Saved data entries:
=====
"""The terminal summary: verdict per part, findings by severity, force extremes per case.

Tables are drawn with rich; every string goes in as a ``Text`` object made by
:func:`_text`, so names such as ``[bold]`` or ``<b>`` are shown literally, never
interpreted, and control, escape and bidi characters from the drawing are shown as
escapes (``\x1b``) by :func:`dxftruss.escape.shown` - a drawing cannot move the cursor,
recolour the screen or overwrite the verdict line.
"""

from __future__ import annotations

import io
from typing import TYPE_CHECKING, Any

import numpy as np

from ..escape import shown
from ..findings import Severity
from ..model import joint_id, member_id
from ..naming import finding_parts, part_index, where_drawn
from . import CAUTION, ZERO_FORCE_CAUTION, assumptions
from .text_engineering import engineering_summary

if TYPE_CHECKING:
    from ..result import Result

if TYPE_CHECKING:
    from rich.text import Text


def _text(s: object, style: str = "") -> Text:
    """A rich Text of ``s`` with every control character escaped (never markup)."""
    from rich.text import Text

    return Text(shown(s), style=style)


def _message(message: str, next_step: str) -> Text:
    """A finding's message, and its next step on a line of its own (both escaped)."""
    cell = _text(message)
    if next_step:
        cell.append("\n")
        cell.append_text(_text("next step: " + next_step, style="italic"))
    return cell


def _fmt(x: float) -> str:
    return f"{x:.4g}" if abs(x) >= 1e-3 or x == 0 else f"{x:.3e}"


def summary(result: Result, *, max_findings: int = 40, width: int = 110, color: bool = False) -> str:
    """The summary as text (ANSI colour only when ``color``)."""
    from rich import box
    from rich.console import Console
    from rich.table import Table

    buf = io.StringIO()
    con = Console(
        file=buf, width=width, color_system="standard" if color else None, highlight=False, emoji=False, markup=False
    )
    t = result.truss
    src = result.source
    counted = result.space.truss if result.space is not None else t
    # the header lines are written whole (never wrapped), so a path can be copied
    buf.write(f"dxftruss check: {shown(src.path)}\n")
    buf.write(
        f"sha256 {src.sha256[:16]}  DXF {shown(src.dxf_version)}  units {src.length_unit} ({src.unit_source})  "
        f"{counted.n_joints} joints, {counted.n_members} members, {len(counted.supports)} supports, "
        f"{len(counted.cases)} load case(s)" + (" (space truss)" if result.space is not None else "") + "\n"
    )
    if src.recovered:
        buf.write("REPAIRED ON READING: the file was damaged; the geometry may be wrong (see recovered-file)\n")

    parts = Table(box=box.SIMPLE_HEAD, title="parts", title_justify="left", pad_edge=False)
    for col in ("part", "j", "m", "r", "rank", "mechanisms", "self-stress", "verdict"):
        parts.add_column(col, justify="right" if col not in ("verdict", "part") else "left")
    for p, st in zip(t.parts, result.stability, strict=True):
        style = "red" if st.mechanisms else ("yellow" if st.self_stress else "green")
        parts.add_row(
            _text(result.part_names[p.index] if result.part_names else str(p.index + 1)),
            str(st.j),
            str(st.m),
            str(st.r),
            str(st.rank),
            str(st.mechanisms),
            str(st.self_stress),
            _text(_verdict(result, p.index, st.verdict.value.upper()), style=style),
        )
    if t.parts:
        con.print(parts)
    if result.space is not None:
        _space_parts(con, result)
    if result.symmetry_axis is not None:
        con.print(_text(f"geometry and supports are symmetric about x = {_fmt(result.symmetry_axis)}"))

    con.print(_text("assumptions:", style="bold"))
    for a in assumptions(result):
        con.print(_text(f"  - {a}"))

    counts = {sev: sum(f.severity is sev for f in result.findings) for sev in Severity}
    con.print(
        _text(
            f"findings: {counts[Severity.ERROR]} error(s), {counts[Severity.WARNING]} warning(s), "
            f"{counts[Severity.INFO]} info",
            style="bold",
        )
    )
    if result.findings:
        ft = Table(box=box.SIMPLE_HEAD, show_header=True, pad_edge=False)
        ft.add_column("#", justify="right")
        ft.add_column("severity")
        ft.add_column("code")
        ft.add_column("message", overflow="fold")
        sev_style = {Severity.ERROR: "red", Severity.WARNING: "yellow", Severity.INFO: "dim"}
        index = part_index(t)
        for i, f in enumerate(result.findings[:max_findings], 1):
            named = finding_parts(f, index, result.part_names) if len(t.parts) > 1 else []
            where = f"[{', '.join(named[:3])}{', ...' if len(named) > 3 else ''}] " if named else ""
            drawn = where_drawn(t, f, limit=2) if f.severity is not Severity.INFO else ""
            ft.add_row(
                str(i),
                _text(f.severity.value, style=sev_style[f.severity]),
                _text(f.code.value),
                _message(where + f.message + (f" (drawn: {drawn})" if drawn else ""), f.next_step),
            )
        con.print(ft)
        if len(result.findings) > max_findings:
            con.print(_text(f"  ... and {len(result.findings) - max_findings} more (see the JSON or PDF report)"))

    fu = t.force_unit
    if result.cases:
        ct = Table(
            box=box.SIMPLE_HEAD, title=f"load cases (forces in {fu}, tension +)", title_justify="left", pad_edge=False
        )
        for col in ("case", "largest tension", "largest compression", "reactions", "zero-force members"):
            ct.add_column(col, overflow="fold")
        notes = []
        for c in result.cases:
            reactions = "; ".join(f"{joint_id(j)} ({_fmt(rx)}, {_fmt(ry)})" for j, rx, ry in c.reactions)
            row = _case_row(c, reactions)
            ct.add_row(*(_text(cell) for cell in row))
            if row[1].startswith("not solved"):
                continue
            if c.loads_symmetric is False and result.symmetry_axis is not None:
                notes.append(
                    f"case {c.name!r}: the truss is symmetric but this load is not: the reactions need not split evenly"
                )
            lumped = next((lc.line_loads for lc in t.cases if lc.name == c.name), ())
            if lumped:
                tx, ty = sum(ll.total[0] for ll in lumped), sum(ll.total[1] for ll in lumped)
                joints = len({s[0] for ll in lumped for s in ll.shares})
                notes.append(
                    f"case {c.name!r}: {len(lumped)} line load(s) lumped to {joints} joints by tributary length, "
                    f"total ({_fmt(tx)}, {_fmt(ty)}) {fu}"
                )
            if len(c.solved_parts) < len(t.parts):
                notes.append(f"case {c.name!r}: solved {len(c.solved_parts)} of {len(t.parts)} parts (see findings)")
        con.print(ct)
        if any(c.zero_by_solution for c in result.cases):
            notes.append(ZERO_FORCE_CAUTION)
        for n in notes:
            con.print(_text(n))
    engineering_summary(result, con, _text, _fmt)
    if result.space is not None:
        _space_cases(con, result)
    con.print(_text("caution: " + CAUTION, style="italic"))
    return buf.getvalue()


def _space_parts(con: Any, result: Result) -> None:
    """The parts table of a space truss: the 3-D counts (Maxwell m + r - 3j = s - k)."""
    from rich import box
    from rich.table import Table

    assert result.space is not None
    parts = Table(box=box.SIMPLE_HEAD, title="parts (space truss)", title_justify="left", pad_edge=False)
    for col in ("part", "j", "m", "r", "m+r-3j", "rank", "mechanisms", "self-stress", "verdict"):
        parts.add_column(col, justify="left" if col in ("part", "verdict") else "right")
    for st in result.space.stability:
        style = "red" if st.mechanisms else ("yellow" if st.self_stress else "green")
        k = str(st.mechanisms) + (f" ({st.rigid_mechanisms} rigid)" if st.rigid_mechanisms else "")
        parts.add_row(
            f"P{st.part + 1}",
            str(st.j),
            str(st.m),
            str(st.r),
            str(st.maxwell),
            str(st.rank),
            k,
            str(st.self_stress),
            _text(st.verdict.upper(), style=style),
        )
    con.print(parts)


def _space_cases(con: Any, result: Result) -> None:
    """The load cases of a space truss: extremes, reactions (rx, ry, rz), zero-force members."""
    from rich import box
    from rich.table import Table

    sa = result.space
    assert sa is not None
    fu = sa.truss.force_unit
    ct = Table(
        box=box.SIMPLE_HEAD, title=f"load cases (forces in {fu}, tension +)", title_justify="left", pad_edge=False
    )
    for col in ("case", "largest tension", "largest compression", "reactions (x, y, z)", "zero-force members"):
        ct.add_column(col, overflow="fold")
    for c in sa.cases:
        reactions = "; ".join(f"{joint_id(j)} ({_fmt(rx)}, {_fmt(ry)}, {_fmt(rz)})" for j, rx, ry, rz in c.reactions)
        ct.add_row(*(_text(cell) for cell in _case_row(c, reactions)))
    con.print(ct)


def _case_row(c: Any, reactions: str) -> tuple[str, str, str, str, str]:
    """A row of the load-case table: the case (with its factors), the largest tension and
    compression with their members, ``reactions`` as given, and the zero-force members."""
    name = c.name + (" (assumed)" if c.assumed else "")
    if c.factors:
        name += " = " + " + ".join(f"{f:g} x {n}" for n, f in c.factors)
    forces = np.asarray(c.forces, dtype=float)
    solved = np.isfinite(forces)
    if not solved.any():
        return name, "not solved (see findings)", "", "", ""
    fs = np.where(solved, forces, 0.0)
    e_t, e_c = int(np.argmax(fs)), int(np.argmin(fs))
    tension = f"{_fmt(fs[e_t])} in {member_id(e_t)}" if fs[e_t] > 0 else "-"
    compression = f"{_fmt(fs[e_c])} in {member_id(e_c)}" if fs[e_c] < 0 else "-"
    zeros = ", ".join(member_id(e) for e in c.zero_by_solution[:12])
    if len(c.zero_by_solution) > 12:
        zeros += f" +{len(c.zero_by_solution) - 12} more"
    if c.zero_by_solution:
        zeros += f" ({len(set(c.zero_by_rule) & set(c.zero_by_solution))} by the joint rules alone)"
    return name, tension, compression, reactions, zeros or "-"


def _verdict(result: Result, part: int, verdict: str) -> str:
    """The verdict, with "same as T3" for a part that repeats an earlier one."""
    original = result.same_as.get(part)
    return verdict if original is None else f"{verdict} (same as {result.part_name(original)})"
=====
§ REQUIREMENT
Restate the data verbatim through the "from ..model import joint_id, member_id" line.

§ COMPLETED EXERCISE
"""The terminal summary: verdict per part, findings by severity, force extremes per case.

Tables are drawn with rich; every string goes in as a ``Text`` object made by
:func:`_text`, so names such as ``[bold]`` or ``<b>`` are shown literally, never
interpreted, and control, escape and bidi characters from the drawing are shown as
escapes (``\x1b``) by :func:`dxftruss.escape.shown` - a drawing cannot move the cursor,
recolour the screen or overwrite the verdict line.
"""

from __future__ import annotations

import io
from typing import TYPE_CHECKING, Any

import numpy as np

from ..escape import shown
from ..findings import Severity
from ..model import joint_id, member_id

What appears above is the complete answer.